The Securities and Exchange Commission failed by a wide margin to meet its own goals for bringing timely enforcement actions against registered investment advisors in 2018, according to a new statement from the SEC’s Inspector General.
Specifically, the SEC first filed an enforcement action within two years of opening an inquiry or investigation into an investment advisor in just 49% of cases, the IG found. This performance does not meet the SEC’s annual target of 65 percent, the SEC IG Carl W. Hoecker said.
“As we reported last year, the timeliness of Enforcement investigations remains a concern,” Hoecker said.
In addition, the average number of months the SEC took between opening a matter under inquiry or investigation into an advisor and commencing an enforcement action was 25 months.
“This also did not meet the annual target of 20 months,” the IG found.

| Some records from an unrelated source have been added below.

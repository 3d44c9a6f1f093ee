import { Injectable, Logger } from '@nestjs/common';
import { BooksService } from '../books/books.service';
import { KitchenService } from '../kitchen/kitchen.service';
import { hashPassword } from '../users/password';
import { UsersRepository } from '../users/users.repository';
import demoBook from './seeders/demo-book.json';
import { DEMO_PASSWORD, DEMO_SITE_ADDRESS, DEMO_USERS } from './seeders/demo-users';

/** Seeds the demo kitchen into an empty database only; running it again changes nothing. */
@Injectable()
export class SeedService {
  private readonly logger = new Logger('Seed');

  constructor(
    private readonly users: UsersRepository,
    private readonly books: BooksService,
    private readonly kitchen: KitchenService,
  ) {}

  async seedDemo(): Promise<'seeded' | 'kept'> {
    if ((await this.users.count()) > 0 || (await this.kitchen.find())) {
      this.logger.log('The database already holds a kitchen: seed skipped.');
      return 'kept';
    }
    const hash = await hashPassword(DEMO_PASSWORD);
    await this.books.importBook(demoBook, { authorId: null, note: 'Demo kitchen', address: DEMO_SITE_ADDRESS });
    for (const u of DEMO_USERS) await this.users.create({ ...u, passwordHash: hash });
    this.logger.log(
      `Seeded the demo kitchen: ${demoBook.ingredients.length} ingredients, ${demoBook.recipes.length} recipes, ${DEMO_USERS.length} users.`,
    );
    return 'seeded';
  }
}
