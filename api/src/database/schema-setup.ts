import { Sequelize } from 'sequelize';
import type { AppConfig } from '../config/config';
import { connectionOptions } from './connection';
import { migrateUp } from './migrator';
import { grantRuntime, type GrantOutcome } from './runtime-grants';
import { closeFileStore, fileStoreFrom } from '../storage/file-store.factory';

/**
 * Migrates as the owner (DB_OWNER_USER), then grants the runtime user (DB_USER) its privileges
 * on every table, so a table a migration added is covered at once: `db migrate` and `db setup`
 * (npm start, npm test, an existing install on its next start) and the tests' databases.
 */
export async function setUpSchema(config: AppConfig, log?: (m: string) => void): Promise<{ applied: string[]; grants: GrantOutcome }> {
  const owner = new Sequelize(connectionOptions(config, 'owner'));
  const files = fileStoreFrom(config);
  try {
    const applied = (await migrateUp(owner, log, files)).map((m) => m.name);
    const grants = await grantRuntime(owner, config.DB_USER);
    return { applied, grants };
  } finally {
    closeFileStore(files);
    await owner.close();
  }
}
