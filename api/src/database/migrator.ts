import { readdirSync } from 'node:fs';
import { join } from 'node:path';
import { Sequelize } from 'sequelize';
import { SequelizeStorage, Umzug } from 'umzug';
import type { FileStore } from '../storage/file-store';

export interface MigrationContext {
  sequelize: Sequelize;
  /** Where uploaded files are kept (STORAGE), for the migrations that move bytes there (0014). */
  files?: FileStore;
}

/**
 * Versioned schema changes. Names drop their extension so that the TypeScript sources (tests)
 * and the compiled JavaScript (dist) are the same migration.
 */
export function migrator(sequelize: Sequelize, log: (m: string) => void = () => {}, files?: FileStore) {
  return new Umzug<MigrationContext>({
    migrations: {
      glob: ['migrations/*.{js,ts}', { cwd: __dirname, ignore: ['**/*.d.ts', '**/*.spec.ts'] }],
      resolve: ({ name, path, context }) => {
        // eslint-disable-next-line @typescript-eslint/no-require-imports -- a migration is a file found at run time by its name
        const migration = require(path!) as {
          up: (c: MigrationContext) => Promise<void>;
          down: (c: MigrationContext) => Promise<void>;
        };
        return {
          name: name.replace(/\.(js|ts)$/, ''),
          up: () => migration.up(context),
          down: () => migration.down(context),
        };
      },
    },
    context: { sequelize, files },
    storage: new SequelizeStorage({ sequelize, tableName: 'schema_migrations' }),
    logger: { info: (m) => log(typeof m === 'string' ? m : JSON.stringify(m)), warn: () => {}, error: () => {}, debug: () => {} },
  });
}

export async function migrateUp(sequelize: Sequelize, log?: (m: string) => void, files?: FileStore) {
  return migrator(sequelize, log, files).up();
}

/** The name of every migration this version of Crumbproof has, in order (a restore refuses a dump from beyond them). */
export function knownMigrations(): string[] {
  return readdirSync(join(__dirname, 'migrations'))
    .filter((f) => /\.(js|ts)$/.test(f) && !/\.(d|spec)\.ts$/.test(f))
    .map((f) => f.replace(/\.(js|ts)$/, ''))
    .sort();
}
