import { Injectable, Logger } from '@nestjs/common';
import { ConfigService } from '@nestjs/config';
import type { LabelSettings } from '@crumbproof/shared';
import { ApprovalsService } from '../approvals/approvals.service';
import { BooksService } from '../books/books.service';
import { runInRequest } from '../common/request-context';
import { isDemoKitchen, type AppConfig } from '../config/config';
import { KitchenRolesRepository } from '../kitchen/kitchen-roles.repository';
import { KitchenService } from '../kitchen/kitchen.service';
import { LabelSettingsRepository } from '../labels/label-settings.repository';
import { hashPassword } from '../users/password';
import { UsersRepository } from '../users/users.repository';
import demoBook from './seeders/demo-book.json';
import demoChainBook from './seeders/demo-chain-book.json';
import { DEMO_CHAIN_LABEL_SETTINGS, DEMO_LABEL_SETTINGS } from './seeders/demo-labels';
import { DEMO_CHAIN_USERS, DEMO_PASSWORD, DEMO_SITE_ADDRESS, DEMO_USERS, type DemoPerson } from './seeders/demo-users';

/** A book to seed, with its people and the label settings of each kitchen. */
export interface SeedKitchen {
  /** A recipe book file: one kitchen as site, or several as sites. */
  book: unknown;
  people: readonly DemoPerson[];
  /** Each kitchen's label settings by its id in the book; a book given as site: under 'site'. */
  labels: Record<string, LabelSettings>;
  /** What the book import and the approvals are noted as. */
  note: string;
}

/** The app's demo: the chain of two kitchens over one recipe book (demo-chain-book.json). */
export const DEMO_CHAIN: SeedKitchen = {
  book: demoChainBook,
  people: DEMO_CHAIN_USERS,
  labels: DEMO_CHAIN_LABEL_SETTINGS,
  note: 'Demo kitchens',
};

/** The one-kitchen demo (demo-book.json, Wrenfield Lane Bakehouse alone), which the API's integration tests are written on. */
export const DEMO_ONE_KITCHEN: SeedKitchen = {
  book: demoBook,
  people: DEMO_USERS,
  labels: { site: DEMO_LABEL_SETTINGS },
  note: 'Demo kitchen',
};

/**
 * Seeds the demo into an empty database only, and only in demo mode (its accounts share a
 * published password); running it again, or over a database that holds a kitchen, changes nothing.
 */
@Injectable()
export class SeedService {
  private readonly logger = new Logger('Seed');

  constructor(
    private readonly users: UsersRepository,
    private readonly books: BooksService,
    private readonly kitchen: KitchenService,
    private readonly labelSettings: LabelSettingsRepository,
    private readonly approvals: ApprovalsService,
    private readonly config: ConfigService<AppConfig, true>,
    private readonly kitchenRoles: KitchenRolesRepository,
  ) {}

  /** The demo chain: both kitchens, their label settings, the demo people with their role at each, every product approved at each. */
  seedDemo(): Promise<'seeded' | 'kept'> {
    return this.seedKitchen(DEMO_CHAIN);
  }

  /**
   * Seeds a book and its people into an empty database: the book's kitchens, each kitchen's label
   * settings, every person with their role at each of their kitchens, and every product's
   * declaration approved at each kitchen by a manager of that kitchen, as seeded.
   */
  async seedKitchen(seed: SeedKitchen): Promise<'seeded' | 'kept'> {
    if ((await this.users.count()) > 0 || (await this.kitchen.find())) {
      this.logger.log('The database already holds a kitchen: seed skipped.');
      return 'kept';
    }
    if (!isDemoKitchen(this.config)) {
      this.logger.warn('Not the demo kitchen (DEMO_KITCHEN=false, or HOST beyond loopback): no demo data or accounts seeded.');
      return 'kept';
    }
    const hash = await hashPassword(DEMO_PASSWORD);
    const summary = await this.books.importBook(seed.book, { authorId: null, note: seed.note, address: DEMO_SITE_ADDRESS });
    const kitchens = await this.kitchen.all();
    // A kitchen by its id in the book: a book given as site has its one kitchen, without an id, as 'site'.
    const byKey = new Map(kitchens.map((k) => [k.code ?? 'site', k]));
    const unknown = [...Object.keys(seed.labels), ...seed.people.flatMap((p) => Object.keys(p.at ?? {}))].filter((k) => !byKey.has(k));
    if (unknown.length > 0) throw new Error(`The seed names kitchens its book does not have: ${[...new Set(unknown)].join(', ')}.`);
    for (const [key, settings] of Object.entries(seed.labels)) await this.labelSettings.save(byKey.get(key)!.id, settings);
    const managers = new Map<number, { id: number; name: string; role: 'manager' }>();
    for (const person of seed.people) {
      const { at, ...fields } = person;
      const user = await this.users.create({ ...fields, passwordHash: hash, demoPassword: true });
      const roles = at
        ? Object.entries(at).map(([key, role]) => [byKey.get(key)!, role] as const)
        : kitchens.map((k) => [k, person.role] as const);
      for (const [site, role] of roles) {
        await this.kitchenRoles.set(user.id, site.id, role);
        if (role === 'manager' && !managers.has(site.id)) managers.set(site.id, { id: user.id, name: user.name, role });
      }
    }
    // The demo starts approved: at each kitchen, its manager approves every product's declaration there as seeded.
    for (const site of kitchens) {
      const manager = managers.get(site.id);
      if (!manager) throw new Error(`The seed gives ${site.name} no manager to approve its products.`);
      await runInRequest({ actor: manager, address: null, kitchenId: site.id }, () =>
        this.approvals.approveAll(manager, `${site.name} as seeded`),
      );
    }
    this.logger.log(
      `Seeded the demo: ${kitchens.map((k) => k.name).join(' and ')}; ${summary.ingredients.created.length} ingredients, ` +
        `${summary.recipes.created.length} recipes, ${seed.people.length} people.`,
    );
    return 'seeded';
  }
}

The deluge of new advisors and other SEC-regulated entities at a time when the agency has had a hiring freeze in place have both impacted the timeliness of enforcement, the SEC said.
The organization “continues to face a number of challenges and issues that are having a significant impact on its limited resources,” the IG said.
In fact, the SEC’s Office of Compliance Inspections and Examinations (OCIE) completed more examinations in FY 2018 than at any point in the last decade, according to the SEC’s FY 2020 Congressional Budget Justification.
The SEC told Congress that “the size of the SEC-regulated community continues to grow in volume and complexity, and significantly exceeds existing resource levels.”
The universe of SEC-registered investment advisors has indeed reached a record high of nearly 13,000 advisory firms—up 3.3% from last year, according to the “2019 Evolution Revolution” report, an annual industry scorecard released by the Association.